CCSD(T)/CBS fragment-based calculations of lattice energy of molecular crystals.

Abstract

A comparative study of the lattice energy calculations for a data set of 25 molecular crystals is performed using an additive scheme based on the individual energies of up to four-body interactions calculated using the coupled clusters with iterative treatment of single and double excitations and perturbative triples correction (CCSD(T)) with an estimated complete basis set (CBS) description. The CCSD(T)/CBS values on lattice energies are used to estimate sublimation enthalpies which are compared with critically assessed and thermodynamically consistent experimental values. The average absolute percentage deviation of calculated sublimation enthalpies from experimental values amounts to 13% (corresponding to 4.8 kJ mol(-1) on absolute scale) with unbiased distribution of positive to negative deviations.
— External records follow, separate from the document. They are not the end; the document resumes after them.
"""Boundary controls at the ends of a reach.

A control says what fixes the water level at one end of a reach. The reach
solver asks each control for a depth per scenario (:meth:`Control.depth_at`)
and decides whether that depth can govern: a subcritical depth governs from
the downstream end, a supercritical depth from the upstream end. A control
that cannot govern the regime at its end is not an error: it is recorded as
unused in the result. A control that cannot be applied at all (uniform flow
on a horizontal bed, a depth below critical where the flow must be
subcritical) raises :class:`~gvflow.errors.ControlError` with the reason.

Structures (weirs, culverts, pools, rating tables) are controls too; they
live in :mod:`gvflow.structures` and follow the same contract.
"""

from __future__ import annotations

from dataclasses import dataclass
from typing import ClassVar, Literal

import numpy as np
from pydantic import Field

from .. import coefficients
from .. import units as _units
from .._models import SingleValueModel
from ..errors import ControlError, InvalidInputError, NoSolutionError
from ..sections import Rectangular, WideRectangular
from ..structures.gates import gate_pool_depth, gate_sequent_depth

__all__ = [
    "EndState",
    "Control",
    "FixedDepth",
    "FixedStage",
    "UniformFlow",
    "CriticalFlow",
    "SluiceGate",
    "BUILTIN_CONTROLS",
]


@dataclass(frozen=True, eq=False)
class EndState:
    """What a control sees of the reach end it stands at.

    Attributes
    ----------
    end : {"upstream", "downstream"}
    seg : gvflow.profiles.SegmentBatch
        The end segment with the batch of scenarios (discharge, yc, yn per scenario).
    bed_elevation : float
        Bed elevation at that end [length].
    slope_class : ndarray of str
        "mild", "steep", "critical", "horizontal" or "adverse" per scenario.
    """

    end: str
    seg: object
    bed_elevation: float
    slope_class: np.ndarray

    @property
    def units(self):
        return self.seg.units


class Control(SingleValueModel):
    """Base class of boundary controls.

    Subclasses implement :meth:`depth_at` and :meth:`describe`, and list the
    ends they may stand at in ``ends``.
    """

    ends: ClassVar[tuple[str, ...]] = ("upstream", "downstream")

    def depth_at(self, state: EndState) -> np.ndarray:  # pragma: no cover - abstract
        """Depth this control imposes at its end, one value per scenario [length]."""
        raise NotImplementedError

    def describe(self, units) -> str:
        """One line for reports."""
        return repr(self)

    def notes(self, state: EndState, depth: np.ndarray) -> list[list[str]]:
        """Extra report lines per scenario, written after the solve beside the control's own note.

        Parameters
        ----------
        state : EndState
            The end the control stands at (as given to :meth:`depth_at`).
        depth : ndarray, shape (n,)
            Solved depth at that end, one per scenario [length]: the depth of
            the governing profile there, which differs from :meth:`depth_at`
            where the control did not govern (a drowned gate, a jump swept out).

        Returns
        -------
        list of list of str
            One list of lines per scenario; they become ``ControlNote`` entries
            of kind ``"control detail"``. The base class adds nothing.
        """
        return [[] for _ in range(state.seg.n)]

    def check_solved(self, state: EndState, depth: np.ndarray) -> None:
        """Raise one of gvflow's errors (a :class:`~gvflow.errors.ControlError`, or an
        :class:`~gvflow.errors.InvalidInputError` for a depth no channel holds) where the solved depth at the
        control's end (``depth``, as given to :meth:`notes`) shows it cannot hold the flow; called once the
        passes have found what governs, before the result is returned. The base class accepts every depth."""

    def coefficients(self) -> tuple:
        """Empirical coefficients this control's depth rests on, for the result's report.

        Returns
        -------
        tuple of gvflow.coefficients.Coefficient
            Usage records (:func:`gvflow.coefficients.used` or
            :func:`~gvflow.coefficients.given`), each naming its source and
            status; a solved :class:`~gvflow.result.Profile` lists them. The
            base class uses none.
        """
        return ()

    def plot_mark(self, bed_elevation: float) -> tuple[str, float] | None:
        """Label and top elevation [length] of a structure to mark on the long section, or None."""
        return None

    def check_end(self, end: str) -> None:
        if end not in self.ends:
            raise ControlError(f"{type(self).__name__} can only stand at the {' or '.join(self.ends)} end of a "
                               f"reach, not the {end} end")


class FixedDepth(Control):
    """A depth imposed at one end of the reach (e.g. a measured or design tailwater depth).

    Parameters
    ----------
    depth : float
        Flow depth [length], positive.

    Examples
    --------
    >>> import gvflow as gv
    >>> gv.FixedDepth(1.8)
    FixedDepth(depth=1.8)
    """

    _value_field: ClassVar[str] = "depth"
    kind: Literal["fixed_depth"] = "fixed_depth"
    depth: float = Field(gt=0, allow_inf_nan=False)

    def depth_at(self, state):
        return np.full(state.seg.n, self.depth)

    def describe(self, units):
        return f"fixed depth {self.depth:.3f} {units.length}"

    def __repr__(self):
        return f"FixedDepth(depth={self.depth:g})"


class FixedStage(Control):
    """A water-surface elevation imposed at one end (e.g. a lake or river level).

    Parameters
    ----------
    elevation : float
        Water-surface elevation [length], in the datum of the reach.

    Examples
    --------
    >>> import gvflow as gv
    >>> gv.FixedStage(101.25).elevation
    101.25
    """

    _value_field: ClassVar[str] = "elevation"
    kind: Literal["fixed_stage"] = "fixed_stage"
    elevation: float = Field(allow_inf_nan=False)

    def depth_at(self, state):
        depth = self.elevation - state.bed_elevation
        if depth <= 0:
            raise ControlError(
                f"FixedStage({self.elevation:g}) at the {state.end} end is at or below the bed "
                f"(bed elevation {state.bed_elevation:g}); raise the stage or check the datum")
        return np.full(state.seg.n, depth)

    def describe(self, units):
        return f"fixed water level {self.elevation:.3f} {units.length}"

    def __repr__(self):
        return f"FixedStage(elevation={self.elevation:g})"


class UniformFlow(Control):
    """The flow is at normal depth at this end (a long prismatic channel continues beyond it).

    Examples
    --------
    >>> import gvflow as gv
    >>> gv.UniformFlow()
    UniformFlow()
    """

    kind: Literal["uniform_flow"] = "uniform_flow"

    def depth_at(self, state):
        yn = state.seg.yn
        if np.any(~np.isfinite(yn)):
            bad = state.slope_class[~np.isfinite(yn)][0]
            raise ControlError(
                f"UniformFlow() at the {state.end} end: normal depth does not exist on a {bad} end segment "
                "(or the conduit would surcharge); use FixedDepth, FixedStage or CriticalFlow there")
        return yn.copy()

    def describe(self, units):
        return "normal depth"

    def __repr__(self):
        return "UniformFlow()"


class CriticalFlow(Control):
    """Critical depth at this end: a free overfall, a brink or a critical-flow control section.

    Examples
    --------
    >>> import gvflow as gv
    >>> gv.CriticalFlow()
    CriticalFlow()
    """

    kind: Literal["critical_flow"] = "critical_flow"

    def depth_at(self, state):
        return state.seg.yc.copy()

    def describe(self, units):
        return "critical depth"

    def __repr__(self):
        return "CriticalFlow()"


class SluiceGate(Control):
    """A sluice gate at the upstream end releasing a jet at depth ``contraction * opening``.

    Parameters
    ----------
    opening : float
        Gate opening a [length].
    contraction : float
        Contraction coefficient Cc [-]; 0.61 by default (Henderson 1966,
        *Open Channel Flow*, §6.5, as given by Ponce's SDSU notes and Novak
        et al. 2007, eq. 6.4), range about 0.598-0.611.

    Notes
    -----
    The jet (vena contracta) depth Cc·a stands at x = 0. If the subcritical
    flow downstream has the larger specific force there, the jump is drowned
    against the gate; the result says so.

    Examples
    --------
    >>> import gvflow as gv
    >>> round(gv.SluiceGate(opening=0.5).jet_depth, 3)
    0.305
    """

    _value_field: ClassVar[str] = "opening"
    ends: ClassVar[tuple[str, ...]] = ("upstream",)
    kind: Literal["sluice_gate"] = "sluice_gate"
    opening: float = Field(gt=0, allow_inf_nan=False)
    contraction: float = Field(default=coefficients.value("gate.contraction"), gt=0, le=1,
                               allow_inf_nan=False)

    @property
    def jet_depth(self) -> float:
        """Depth of the jet at the vena contracta, Cc·a [length]."""
        return self.contraction * self.opening

    def depth_at(self, state):
        yj = np.full(state.seg.n, self.jet_depth)
        bad = yj >= state.seg.yc
        if np.any(bad):
            i = int(np.flatnonzero(bad)[0])
            raise ControlError(
                f"SluiceGate(opening={self.opening:g}): the jet depth {self.jet_depth:.4g} is not below critical "
                f"depth {state.seg.yc[i]:.4g} for discharge {state.seg.discharge[i]:g}, so the gate does not "
                "release supercritical flow; the opening is too large for this discharge")
        # (whether the lip is clear of the water depends on the water below the gate: check_solved)
        return yj

    def upstream_depth(self, state, tailwater=None):
        """Depth behind the gate for each scenario's discharge [length], in any section.

        :func:`gvflow.structures.gates.gate_pool_depth` with the section at the
        reach's upstream end on both sides of the gate (the gate between two
        segments uses the same relation with the two sections): free flow, or
        submerged against ``tailwater`` (depth at the gate, one per scenario)
        where that has more specific force than the jet.

        Raises
        ------
        ControlError
            When the discharge is too small for the opening: the water behind
            the gate would stand below its lip, so the gate does not control.
        """
        jet = np.full(state.seg.n, self.jet_depth)
        try:
            y1, _ = gate_pool_depth(state.seg, state.seg, jet, tailwater, opening=self.opening)
        except NoSolutionError as exc:
            raise ControlError(
                f"SluiceGate(opening={self.opening:g}): the opening is above the depth the discharge needs behind "
                f"the gate ({exc}), so the gate lip is clear of the water and does not control the flow; lower the "
                "opening") from None
        return y1

    def _drowned(self, depth):
        return np.asarray(depth, dtype=float) > self.jet_depth * (1 + 1e-9)

    def check_solved(self, state, depth):
        """The pool behind a free gate must stand above its lip; a drowned gate holds the water below it
        above the lip (:meth:`upstream_depth` raises otherwise). A pool deeper than any channel holds
        (:data:`gvflow.units.MAX_DEPTH_M`) means an opening far too small for the discharge."""
        pool = self.upstream_depth(state, tailwater=np.where(self._drowned(depth), depth, np.nan))
        y_max = _units.MAX_DEPTH_M * state.units.length_per_metre
        if np.any(pool > y_max):
            raise InvalidInputError(
                f"upstream.opening: {self!r} would hold the water {float(np.max(pool)):.4g} {state.units.length} "
                f"deep behind it, more than any channel holds ({y_max:.4g} {state.units.length}): the opening is "
                "far too small for the discharge; check it and its unit")

    def notes(self, state, depth):
        L = state.units.length
        depth = np.asarray(depth, dtype=float)
        jet = np.full(state.seg.n, self.jet_depth)
        limit = gate_sequent_depth(state.seg, jet)
        drowned = self._drowned(depth)
        y1 = self.upstream_depth(state, tailwater=np.where(drowned, depth, np.nan))
        y_free = gate_pool_depth(state.seg, state.seg, jet, None, opening=None)[0] if np.any(drowned) else y1
        top = state.seg.section.max_depth

        def behind(y):
            return f"{y:.3f} {L}" + (" (a pressure head: the conduit runs full behind the gate)" if y > top else "")

        out = []
        for s in range(state.seg.n):
            sequent = (f"the jet's sequent depth {limit[s]:.3f} {L}" if np.isfinite(limit[s])
                       else "the jet's sequent depth (above the crown)")
            if drowned[s]:
                out.append([f"submerged flow: the water at the gate, {depth[s]:.3f} {L}, stands above {sequent}; "
                            f"depth behind the gate {behind(y1[s])} " + (
                                f"(free flow would need {behind(y_free[s])})" if y_free[s] > self.opening else
                                "(in free flow the water would stand below the gate lip)")])
            else:
                out.append([f"free flow: depth behind the gate {behind(y1[s])}; the jump below stays clear of the "
                            f"gate while the tailwater there is under {sequent}"])
        return out

    def coefficients(self):
        key = "gate.contraction"
        if self.contraction == coefficients.value(key):
            return (coefficients.used(key, used_by="sluice gate"),)
        return (coefficients.given(key, "contraction coefficient Cc", self.contraction, used_by="sluice gate"),)

    def describe(self, units):
        return (f"sluice gate, opening {self.opening:.3f} {units.length}, jet depth {self.jet_depth:.3f} "
                f"{units.length}")

    def __repr__(self):
        return f"SluiceGate(opening={self.opening:g}, contraction={self.contraction:g})"


def rectangular_width(section) -> float | None:
    """Width of a rectangular section (vertical walls), None for any other shape."""
    return float(section.width) if isinstance(section, (Rectangular, WideRectangular)) else None


BUILTIN_CONTROLS = (FixedDepth, FixedStage, UniformFlow, CriticalFlow, SluiceGate)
As pair interaction energies present a dominant contribution to the lattice energy and CCSD(T)/CBS calculations still remain computationally costly, benchmark calculations of pair interaction energies defined by crystal parameters involving 17 levels of theory, including recently developed methods with local and explicit treatment of electronic correlation, such as LCC and LCC-F12, are also presented. Locally and explicitly correlated methods are found to be computationally effective and reliable methods enabling the application of fragment-based methods for larger systems.